Resumen de Development of polymeric nanocomposites with enhanced distribution of catalytically active or bactericide nanoparticles
This PhD thesis is an interdisciplinary work aimed at obtaining new nanocomposites synthesized from functional ion-exchange polymeric materials modified with nanoparticles (NPs) of different composition.
The development of nanomaterials is of great current interest because of their special properties that differ from those of matter on a macroscopic scale and can result in technological advantages. However, there is some concern about the toxicity of those materials.

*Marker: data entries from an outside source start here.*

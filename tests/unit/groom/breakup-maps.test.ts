import { describe, expect, it } from 'vitest';
import { gridPlane } from '@/tests/fixtures/shapes';
import { encodeMap } from '@/lib/groom/place/maps';
import type { GroomSpecInput, MapAttribute } from '@/lib/groom/spec/spec';
import { groomOn } from './support';

// The breakup's own maps (lib/groom/README.md, "Painted maps"): where tuft and inner-tuft centres
// fall, the inner tufts' gather, the gather's rise, the loners' share, the waver's waves and the
// tip's width, each painted per surface vertex like the density or length map.

const PLANE = { specVersion: 3 as const, units: 'cm' as const, upAxis: 'z' as const, field: { referenceDirection: [1, 0.3, 0] as [number, number, number] } };
const NEW_ATTRIBUTES: readonly MapAttribute[] = ['tuftDensity', 'innerTuftDensity', 'innerGather', 'gatherRise', 'loners', 'waves', 'tipWidth'];

/** A 2 cm square of 40 × 40 cells, and per-vertex values: `right` where x ≥ 0, `left` elsewhere. */
const mesh = gridPlane(40, 40, 2, 2);
const halves = (left: number, right: number) => Float64Array.from({ length: mesh.positions.length / 3 }, (_x, v) => (mesh.positions[3 * v] >= 0 ? right : left));

/** Faces wholly in x ≤ −0.05 carry the left half's value exactly, faces wholly in x ≥ 0 the right half's; the strip between is blended. */
function sideOfFace(f: number): 'left' | 'right' | 'strip' {
  const xs = [0, 1, 2].map((k) => mesh.positions[3 * mesh.triangles[3 * f + k]]);
  return Math.max(...xs) <= -0.05 + 1e-9 ? 'left' : Math.min(...xs) >= -1e-9 ? 'right' : 'strip';
}

/** Every breakup setting a map may drive switched on: two tuft levels, loners, a waver. */
const SHAPED: GroomSpecInput = {
  ...PLANE,
  guides: { density: 150, length: 0.2, jitter: 0.3, tufts: { density: 20, gather: { root: 0.1, tip: 0.7, rise: 1.5 }, inner: { density: 60, gather: { root: 0.2, tip: 0.9, rise: 2 } }, loners: 0.2 }, waver: { amplitude: 0.02, waves: 2.5 } },
};

const bytes = (a: ArrayBufferView) => Buffer.from(a.buffer, a.byteOffset, a.byteLength);

describe('maps of the breakup settings', () => {
  it('grows exactly the guides of no map from a map of all ones, attribute by attribute; a map of 2× changes them', () => {
    const plain = groomOn(mesh, SHAPED);
    const ones = halves(1, 1), varied = halves(1, 2);
    for (const attribute of NEW_ATTRIBUTES) {
      const same = groomOn(mesh, { ...SHAPED, maps: [encodeMap(attribute, ones, mesh, 8)] });
      expect(bytes(same.guides.points).equals(bytes(plain.guides.points)), attribute).toBe(true);
      expect(same.guides.guideRootWidth, attribute).toEqual(plain.guides.guideRootWidth);
      expect(same.guides.guideTipWidth, attribute).toEqual(plain.guides.guideTipWidth);
      expect(same.guides.tuft, attribute).toEqual(plain.guides.tuft);
      expect(same.guides.innerTuft, attribute).toEqual(plain.guides.innerTuft);
      // The same attribute painted 2× on one half does reach the guides (the check above can fail).
      const other = groomOn(mesh, { ...SHAPED, maps: [encodeMap(attribute, varied, mesh, 8)] }).guides;
      const changed =
        !bytes(other.points).equals(bytes(plain.guides.points)) || !bytes(other.guideTipWidth).equals(bytes(plain.guides.guideTipWidth));
      expect(changed, attribute).toBe(true);
    }
  });

  it('multiplies the setting at the root: a constant map grows the guides of the setting times it', () => {
    // A constant map decodes exactly to its value (low = high, README "Painted maps"), but the
    // barycentric blend at a root sums three weights that may miss 1 by a rounding, so the factor
    // can be off by an ulp: points are compared to 1e-9 cm (a 2 cm square; a real change moves them
    // by millimetres, checked beside each).
    const constant = (x: number) => halves(x, x);
    const grow = (guides: Record<string, unknown>, maps: ReturnType<typeof encodeMap>[] = []) =>
      groomOn(mesh, { ...PLANE, guides: { density: 150, length: 0.2, jitter: 0.3, ...guides }, ...(maps.length ? { maps } : {}) }).guides.points;
    const apart = (a: Float64Array, b: Float64Array) => a.reduce((m, x, i) => Math.max(m, Math.abs(x - b[i])), 0);
    const tufts = (rise: number, outer = { root: 0.1, tip: 0.7 }) => ({ density: 20, gather: { ...outer, rise }, inner: { density: 60, gather: { root: 0.2, tip: 0.9, rise } } });
    // gatherRise: the rise of the draw the guides are drawn with (the inner level's here), 1.5 × 2 = 3.
    const risen = grow({ tufts: tufts(1.5) }, [encodeMap('gatherRise', constant(2), mesh, 8)]);
    expect(apart(risen, grow({ tufts: { ...tufts(1.5), inner: tufts(3).inner } }))).toBeLessThan(1e-9);
    expect(apart(risen, grow({ tufts: tufts(1.5) }))).toBeGreaterThan(1e-4);
    // waves: 3 × 0.5 = 1.5 waves along every guide.
    const waved = grow({ waver: { amplitude: 0.03, waves: 3 } }, [encodeMap('waves', constant(0.5), mesh, 8)]);
    expect(apart(waved, grow({ waver: { amplitude: 0.03, waves: 1.5 } }))).toBeLessThan(1e-9);
    expect(apart(waved, grow({ waver: { amplitude: 0.03, waves: 3 } }))).toBeGreaterThan(1e-4);
    // innerGather: 0 leaves the inner curves undrawn, as an outer gather of 0 does.
    const loose = grow({ tufts: tufts(1) }, [encodeMap('innerGather', constant(0), mesh, 8)]);
    expect(apart(loose, grow({ tufts: tufts(1, { root: 0, tip: 0 }) }))).toBeLessThan(1e-9);
    expect(apart(loose, grow({ tufts: tufts(1) }))).toBeGreaterThan(1e-4);
    // loners: 0.4 × 0.5 = 0.2 of the guides.
    const lonely = { density: 20, gather: { root: 0.2, tip: 1 }, loners: 0.4 };
    const fewer = grow({ tufts: lonely }, [encodeMap('loners', constant(0.5), mesh, 8)]);
    expect(apart(fewer, grow({ tufts: { ...lonely, loners: 0.2 } }))).toBeLessThan(1e-9);
    expect(apart(fewer, grow({ tufts: lonely }))).toBeGreaterThan(1e-4);
  });

  it('spreads tuft centres by a tuft-density map: half the square at 1×, half at 3×', () => {
    // Statistical tolerance (our choice, as for the density map's test in maps.test.ts): each
    // half's count within 3·√N of the expected N, three standard deviations of a Poisson count; the
    // blue-noise sampler's counts vary less, so the bound is conservative. A sampler ignoring the map
    // would put 1.9/4 of the centres on the left instead of 1.9/8.1: about 19 σ off at these counts.
    const density = 100;
    const { tufts } = groomOn(mesh, { ...PLANE, guides: { density: 600, length: 0.05, tufts: { density } }, maps: [encodeMap('tuftDensity', halves(1, 3), mesh, 8)] });
    // Weighted area (cm²): 0.95 × 2 at 1×, the blended strip 0.05 × 2 at a mean of 2×, 1 × 2 at 3×.
    const weighted = 0.95 * 2 * 1 + 0.05 * 2 * 2 + 1 * 2 * 3;
    expect(tufts!.centres).toBe(Math.round(density * weighted));
    const n = tufts!.curves.length / (3 * tufts!.centres);
    let left = 0, right = 0;
    for (let c = 0; c < tufts!.centres; c++) {
      const x = tufts!.curves[3 * n * c];
      if (x < -0.05) left++;
      else if (x > 0) right++;
    }
    const expectLeft = (tufts!.centres * 0.95 * 2) / weighted, expectRight = (tufts!.centres * 1 * 2 * 3) / weighted;
    expect(Math.abs(left - expectLeft)).toBeLessThanOrEqual(3 * Math.sqrt(expectLeft));
    expect(Math.abs(right - expectRight)).toBeLessThanOrEqual(3 * Math.sqrt(expectRight));
    // Per area the 3× half holds three times the centres of the 1× half, within the same tolerance.
    expect(Math.abs(right / 2 / (left / 1.9) - 3)).toBeLessThan(3 * (3 * Math.sqrt(1 / expectLeft + 1 / expectRight)));
  });

  it('counts inner tuft centres by the inner-tuft-density map over the weighted area', () => {
    const { tufts } = groomOn(mesh, { ...PLANE, guides: { density: 600, length: 0.05, tufts: { density: 20, inner: { density: 80 } } }, maps: [encodeMap('innerTuftDensity', halves(1, 3), mesh, 8)] });
    expect(tufts!.centres).toBe(80);
    expect(tufts!.innerCentres).toBe(Math.round(80 * (0.95 * 2 + 0.05 * 2 * 2 + 2 * 3)));
  });

  it('grows no tufts, and finite guides, where a tuft-density map of 0 leaves the outer level no centre', () => {
    const spec: GroomSpecInput = { ...PLANE, guides: { density: 300, length: 0.1, tufts: { density: 20, inner: { density: 60 } } }, maps: [encodeMap('tuftDensity', halves(0, 0), mesh, 8)] };
    const { guides, tufts } = groomOn(mesh, spec);
    expect(tufts!.centres).toBe(0);
    expect(tufts!.innerCentres).toBe(0);
    expect(guides.tuft.every((t) => t === -1)).toBe(true);
    expect(guides.innerTuft.every((t) => t === -1)).toBe(true);
    expect(guides.points.every(Number.isFinite)).toBe(true);
  });

  it('leaves no loner where the loners map is 0, keeps the spec’s share where it is 1×, and caps the share at 1', () => {
    const spec: GroomSpecInput = { ...PLANE, guides: { density: 300, length: 0.05, tufts: { density: 20, loners: 0.4 } } };
    const count = (map: Float64Array) => {
      const grown = groomOn(mesh, { ...spec, maps: [encodeMap('loners', map, mesh, 8)] }).guides;
      const out = { left: 0, leftLoners: 0, right: 0, rightLoners: 0 };
      for (let g = 0; g < grown.count; g++) {
        const side = sideOfFace(grown.rootFace[g]);
        if (side === 'strip') continue;
        out[side]++;
        if (grown.tuft[g] < 0) out[side === 'left' ? 'leftLoners' : 'rightLoners']++;
      }
      return out;
    };
    const zeroLeft = count(halves(0, 1));
    expect(zeroLeft.left).toBeGreaterThan(100);
    expect(zeroLeft.leftLoners).toBe(0);
    // At 1× the share is the spec's 0.4: 3 standard deviations of a binomial count (our tolerance).
    const sd = Math.sqrt(zeroLeft.right * 0.4 * 0.6);
    expect(Math.abs(zeroLeft.rightLoners - 0.4 * zeroLeft.right)).toBeLessThanOrEqual(3 * sd);
    // 0.4 × 5 is capped at a share of 1: every guide there is a loner.
    const capped = count(halves(1, 5));
    expect(capped.rightLoners).toBe(capped.right);
  });

  it('changes tip widths only with a tip-width map: root widths and points as before, tips × the map at the root', () => {
    const spec: GroomSpecInput = { ...PLANE, guides: { count: 300, length: 0.1, width: 0.01, tipWidth: 0.004 } };
    const values = halves(0.5, 2.5);
    const plain = groomOn(mesh, spec).guides;
    const mapped = groomOn(mesh, { ...spec, maps: [encodeMap('tipWidth', values, mesh, 16)] }).guides;
    expect(mapped.guideRootWidth).toEqual(plain.guideRootWidth);
    expect(bytes(mapped.points).equals(bytes(plain.points))).toBe(true);
    for (let g = 0; g < mapped.count; g++) {
      const f = mapped.rootFace[g];
      const factor = [0, 1, 2].reduce((s, k) => s + mapped.rootBarycentric[3 * g + k] * values[mesh.triangles[3 * f + k]], 0);
      expect(mapped.guideTipWidth[g]).toBeCloseTo(0.004 * factor, 12);
    }
  });

  it('stops the inner tufts closing into their tuft where the inner-gather map is 0', () => {
    // With the outer gather at 1 at the tip, an inner centre curve's tip lies on its tuft's curve;
    // at an inner gather of 0 it stays where it grew. Guides are drawn fully onto their inner
    // curve (inner gather tip 1), so the guides' tips show where the inner curves end.
    const spec: GroomSpecInput = { ...PLANE, guides: { density: 300, length: 0.2, jitter: 0.5, tufts: { density: 10, gather: { root: 0, tip: 1 }, inner: { density: 40, gather: { root: 0, tip: 1 } } } } };
    const plain = groomOn(mesh, spec).guides;
    const loose = groomOn(mesh, { ...spec, maps: [encodeMap('innerGather', halves(0, 1), mesh, 8)] }).guides;
    const n = plain.pointsPerGuide;
    const tipMoved = (g: number) => Math.hypot(...[0, 1, 2].map((k) => loose.points[3 * (g * n + n - 1) + k] - plain.points[3 * (g * n + n - 1) + k]));
    let leftMoved = 0, rightMoved = 0;
    for (let g = 0; g < plain.count; g++) {
      const side = sideOfFace(plain.rootFace[g]);
      if (side === 'left' && tipMoved(g) > 1e-9) leftMoved++;
      if (side === 'right' && tipMoved(g) > 1e-9) rightMoved++;
    }
    expect(leftMoved).toBeGreaterThan(0);
    // Right of the middle the map is 1× at every inner centre whose face lies there; only guides of
    // inner tufts rooted on the left (or in the strip) can move.
    expect(rightMoved).toBeLessThan(leftMoved);
  });
});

Therefore, in this work we have developed a new method for the manufacture of nanomaterials with two levels of safety: the NPs stabilization in the polymer matrix and their magnetic retention. The Intermatrix Synthesis (IMS), method developed in this work, controls the growth and stabilization of the NPs. It also allows obtaining mono-or bicomponent NPs with core-shell structure. The core component of these structures can be an economic material and/or a material with some additional property of interest (e.g., magnetism). The core is coated with a specific functional material for the corresponding application of interest. Also, the magnetic core allows the recovery of the NPs which could be leached, for example, from a disinfection treatment and, thus, avoiding the possible toxicity from the NPs. Similarly, the recovery of NCs with catalytic properties in order to reuse them in successive catalytic cycles can also take place.
Thus, in this work the IMS technique has been optimized for obtaining monocomponent NPs (Ag, Co, Pd or Fe3O4) and bicomponent core-shell NPs (Ag@Co, Ag@Fe3O4 or Pd @Co) stabilized in polymeric matrices of various physical types (films, fibres and resins) containing different functional groups (sulfonic, carboxylic or ammonium salts).
Furthermore, we have characterized the different nanocomposites to evaluate their properties. Microscopic techniques (e.g., SEM and TEM) provide information about the size and location of the NPs within the material. Other techniques (e.g., ICP-AES, XRD, XANES or SQUID) have yielded information on the composition and magnetic properties of NPs and nanocomposites. The distribution of the NPs, concentrated on the surface of the matrix, is due to the Donnan-exclusion effect and some other various parameters optimized regarding the synthesis and polymer characteristics. Thus, the NPs are maximally accessible to the species involved in the application of interest. On one hand, the catalytic activity of Pd- and Pd@Co-based nanocomposites for the reaction of Suzuki cross-coupling has been shown and optimized. Also, the application of Ag and magnetic core-based nanocomposites as antibacterial agents for water treatment has been studied obtaining successful results.
All in all, we believe this work provides and consolidates knowledge of interest related to polymer-metal nanocomposite materials and the evaluation of their applications.